# Problem details:
Repeat exactly the lines from the first line of the records through the line containing "cantPlan, QUICK, THOROUGH", and nothing more.

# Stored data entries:
Segment Open

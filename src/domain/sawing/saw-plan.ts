import { type Board, totalBoardFeet, totalValue } from './board.ts';
import { areaBound, BOUND_COVERS } from './bound.ts';
import { cantPlan, QUICK, THOROUGH } from './cant.ts';
import { type Solved, withCounts } from './counted.ts';
import { type Cut, cutsOf } from './cuts.ts';
import { flatStack, livePlan } from './live.ts';
import type { LogShape } from './log-shape.ts';
import type { Stack } from './layers.ts';
import { type Mill, type Piece, roomierStock, type Stock, stockOf, withFewerLengths, workOf } from './pieces.ts';
import { quartersawnPlan } from './quartersawn.ts';
import { inches } from './units.ts';

export type Pattern = 'live' | 'cant' | 'quartersawn';
export const PATTERNS: readonly Pattern[] = ['live', 'cant', 'quartersawn'];

export interface SawPlanRequest {
  readonly log: LogShape;
  readonly mill: Mill;
  readonly pattern: Pattern | 'best';
  readonly pieces: readonly Piece[];
  /** How far a board's corner may stand out of the wood, in. */
  readonly waneAllowanceIn?: number | undefined;
  /** Bands examined for a cant: see `THOROUGH` and `QUICK` in `cant.ts`. */
  readonly effort?: number | undefined;
}

export interface SawPlan {
  /** The pattern asked for; for `best`, the one that won. */
  readonly pattern: Pattern;
  readonly boards: readonly Board[];
  readonly boardFeet: number;
  readonly value: number;
  readonly upperBoundValue: number;
  /** What the upper bound covers, in words. */
  readonly boundCovers: string;
  readonly cuts: readonly Cut[];
  /** Why there are no boards. */
  readonly reason?: string;
}

/** Plans made on one stock share the flat layers. */
export class Planner {
  private flats: Stack | undefined;

  constructor(
    private readonly stock: Stock,
    private readonly effort: number,
  ) {}

  /** The best boards of one pattern, counts left aside, and a bound for it. Quartersawn boards worth no more than `enough` are left out. */
  solve(pattern: Pattern, enough = 0): Solved {
    const { stock } = this;
    if (pattern === 'quartersawn') return quartersawnPlan(stock, enough);
    this.flats ??= flatStack(stock);
    const live = this.flats.above(-stock.reach);
    if (pattern === 'live') return { boards: livePlan(stock, this.flats), bound: live };
    const most = areaBound(stock);
    // Very many thicknesses in a very large log: the live plan stands, under a bound that covers every cant too.
    if (stock.groups.length * inches(stock.reach) > MOST_CANT_WORK) return { boards: livePlan(stock, this.flats), bound: most };
    const { boards, bound } = cantPlan(stock, this.flats, live, this.effort);
    const found = boards.length > 0 ? boards : livePlan(stock, this.flats);
    if (stock.oneLength) return { boards: found, bound: Math.min(bound, most) };
    // Of several lengths: no more than when every board had the longest one's worth and the shortest one's room.
    const roomy = roomierStock(stock);
    const roomyFlats = flatStack(roomy);
    const relaxed = cantPlan(roomy, roomyFlats, live, Math.ceil(this.effort / 2)).bound;
    return { boards: found, bound: Math.max(live, Math.min(most, Math.max(relaxed, roomyFlats.above(-roomy.reach)))) };
  }
}

const COUNT_ROUNDS = 14;
/** Logs up to this diameter are searched at the full length; each band of a larger one takes longer, and there are more of them. */
const FULL_SEARCH_IN = 21;
/** Work (see `workOf`) up to which the search is at its full length, and the most that is taken on. */
const ORDINARY_WORK = 2000;
const MOST_WORK = 30_000;
/** Thicknesses times radius in inches beyond which no cant is searched. */
const MOST_CANT_WORK = 320;

/** Why nothing can be cut, or null when it is worth planning. */
function hindrance({ log, mill, pieces }: SawPlanRequest): string | null {
  if (mill.longestFt !== undefined && log.lengthFt > mill.longestFt + 1e-9) return `This log is ${log.lengthFt} ft long and the mill takes logs up to ${mill.longestFt} ft.`;
  if (pieces.length === 0) return 'No sizes were asked for.';
  return null;
}

const empty = (pattern: Pattern | 'best', reason: string): SawPlan => ({
  pattern: pattern === 'best' ? 'live' : pattern,
  boards: [],
  boardFeet: 0,
  value: 0,
  upperBoundValue: 0,
  boundCovers: BOUND_COVERS[pattern],
  cuts: [],
  reason,
});

/**
 * The most valuable boards of one log on one mill, within a pattern, and a bound that no plan of the pattern passes.
 * Sizes, kerf and places are exact to 1/4000 in; only the faces of a cant are searched on a grid, of 1/32 in.
 * All lengths are green; diameters inside bark. Never throws: what cannot be sawn comes back without boards and with a reason.
 */
export function sawPlan(request: SawPlanRequest): SawPlan {
  const { log, mill, pieces, pattern, waneAllowanceIn = 0, effort = THOROUGH } = request;
  const hindered = hindrance(request);
  if (hindered !== null) return empty(pattern, hindered);
  const full = stockOf(log, mill, pieces, waneAllowanceIn);
  const work = workOf(full);
  const fewer = withFewerLengths(pieces, log.lengthFt, work, MOST_WORK);
  const whole = fewer === pieces ? full : stockOf(log, mill, fewer, waneAllowanceIn);
  const share = Math.max(0.05, Math.min(1, ORDINARY_WORK / workOf(whole), (FULL_SEARCH_IN / (2 * inches(whole.reach))) ** 4));
  const planners = new Map<Stock, Planner>();
  const plannerOf = (stock: Stock): Planner => {
    const planner = planners.get(stock) ?? new Planner(stock, Math.ceil((stock === whole ? effort : Math.min(effort, QUICK)) * share));
    planners.set(stock, planner);
    return planner;
  };
  const rounds = Math.max(3, Math.ceil(COUNT_ROUNDS * share));
  // Of several patterns a later one has to be worth more; counts may turn that round, so with counts every pattern is made.
  const counted = pieces.some((piece) => piece.count !== undefined);
  let had = 0;
  const tried = (pattern === 'best' ? PATTERNS : [pattern]).map((each) => {
    const solved = withCounts(whole, waneAllowanceIn, (stock) => plannerOf(stock).solve(each, counted ? 0 : had), rounds, each !== 'quartersawn');
    had = Math.max(had, totalValue(solved.boards, pieces));
    return { pattern: each, ...solved };
  });
  const won = tried.reduce((best, each) => (totalValue(each.boards, pieces) > totalValue(best.boards, pieces) + 1e-9 ? each : best));
  if (won.boards.length === 0) return { ...empty(pattern, nothingFits(request)), upperBoundValue: Math.max(0, ...tried.map((each) => each.bound)) };
  const value = totalValue(won.boards, pieces);
  // With fewer lengths the patterns' own bounds would leave plans out.
  const bound = fewer === pieces ? Math.max(...tried.map((each) => each.bound)) : areaBound(full);
  return {
    pattern: won.pattern,
    boards: won.boards,
    boardFeet: totalBoardFeet(won.boards),
    value,
    upperBoundValue: Math.max(value, bound),
    boundCovers: BOUND_COVERS[pattern],
    cuts: cutsOf(log, mill.kerfIn, won.boards, won.pattern === 'quartersawn'),
  };
}

/** Says which limit stands in the way when no board can be cut. */
function nothingFits({ log, mill, pieces, pattern }: SawPlanRequest): string {
  if (pieces.every((piece) => piece.count === 0)) return 'Every size has a count of zero.';
  if (pieces.every((piece) => piece.lengthFt !== undefined && piece.lengthFt > log.lengthFt)) return `Every size is longer than this log (${log.lengthFt} ft).`;
  const { widestBoardIn } = mill;
  if (widestBoardIn !== undefined && pieces.every((piece) => piece.widthIn !== undefined && piece.widthIn > widestBoardIn)) return `Every size is wider than the mill's widest board (${widestBoardIn} in).`;
  if (pattern === 'quartersawn' && mill.widestCutIn !== undefined) return 'No board fits: quartering needs a mill that cuts right across this log.';
  return 'No board of these sizes fits in this log on this mill.';
}
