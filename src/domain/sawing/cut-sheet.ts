import type { Cut, CutKind } from './cuts.ts';
import { largeEnd, type LogShape, toeBoards } from './log-shape.ts';
import type { SawPlan } from './saw-plan.ts';

export interface SheetCut {
  readonly order: number;
  /** How to turn the log before this cut, degrees the same way round; 0 when it stays as it lies. */
  readonly turnByDeg: number;
  /** From the bed to the saw, in; over the bark while the log lies on it. */
  readonly heightIn: number;
  readonly onBark: boolean;
  readonly kind: CutKind;
}

export interface CutSheet {
  /** Blocks under the small end that level the pith while the log lies on its bark, in. */
  readonly raiseSmallEndIn: number;
  /** From the bed to the pith at both ends once it is level, in. */
  readonly pithHeightIn: number;
  readonly cuts: readonly SheetCut[];
}

/** Whether the log lies on its bark: as long as the side opposite was not cut. A quartered log does so until it lies in quarters. */
const liesOnBark = (cut: Cut, index: number, cuts: readonly Cut[]): boolean =>
  cuts.some(({ kind }) => kind === 'quarter') ? cut.kind === 'quarter' : cuts.slice(0, index).every(({ turnDeg }) => turnDeg !== (cut.turnDeg + 180) % 360);

/**
 * A plan as the sawyer cuts it: toe boards, turns, and each height as it is measured from the bed.
 * @param log the log as measured, inside bark. @param core the straight, sound wood that was planned in.
 * @param barkRatio outside over inside bark.
 */
export function cutSheet(log: LogShape, core: LogShape, plan: SawPlan, barkRatio: number): CutSheet {
  const pith = (largeEnd(log) / 2) * barkRatio;
  const raised = pith - largeEnd(core) / 2;
  let turned = 0;
  const cuts = plan.cuts.map((cut, index): SheetCut => {
    const onBark = liesOnBark(cut, index, plan.cuts);
    const turnByDeg = (cut.turnDeg - turned + 360) % 360;
    turned = cut.turnDeg;
    return { order: cut.order, turnByDeg, heightIn: cut.heightIn + (onBark ? raised : 0), onBark, kind: cut.kind };
  });
  return { raiseSmallEndIn: toeBoards(log).raiseSmallEndIn * barkRatio, pithHeightIn: pith, cuts };
}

Segment Closed

# Completed task:
filename src/domain/sawing/saw-plan.ts
import { type Board, totalBoardFeet, totalValue } from './board.ts';
import { areaBound, BOUND_COVERS } from './bound.ts';
import { cantPlan, QUICK, THOROUGH } from './cant.ts';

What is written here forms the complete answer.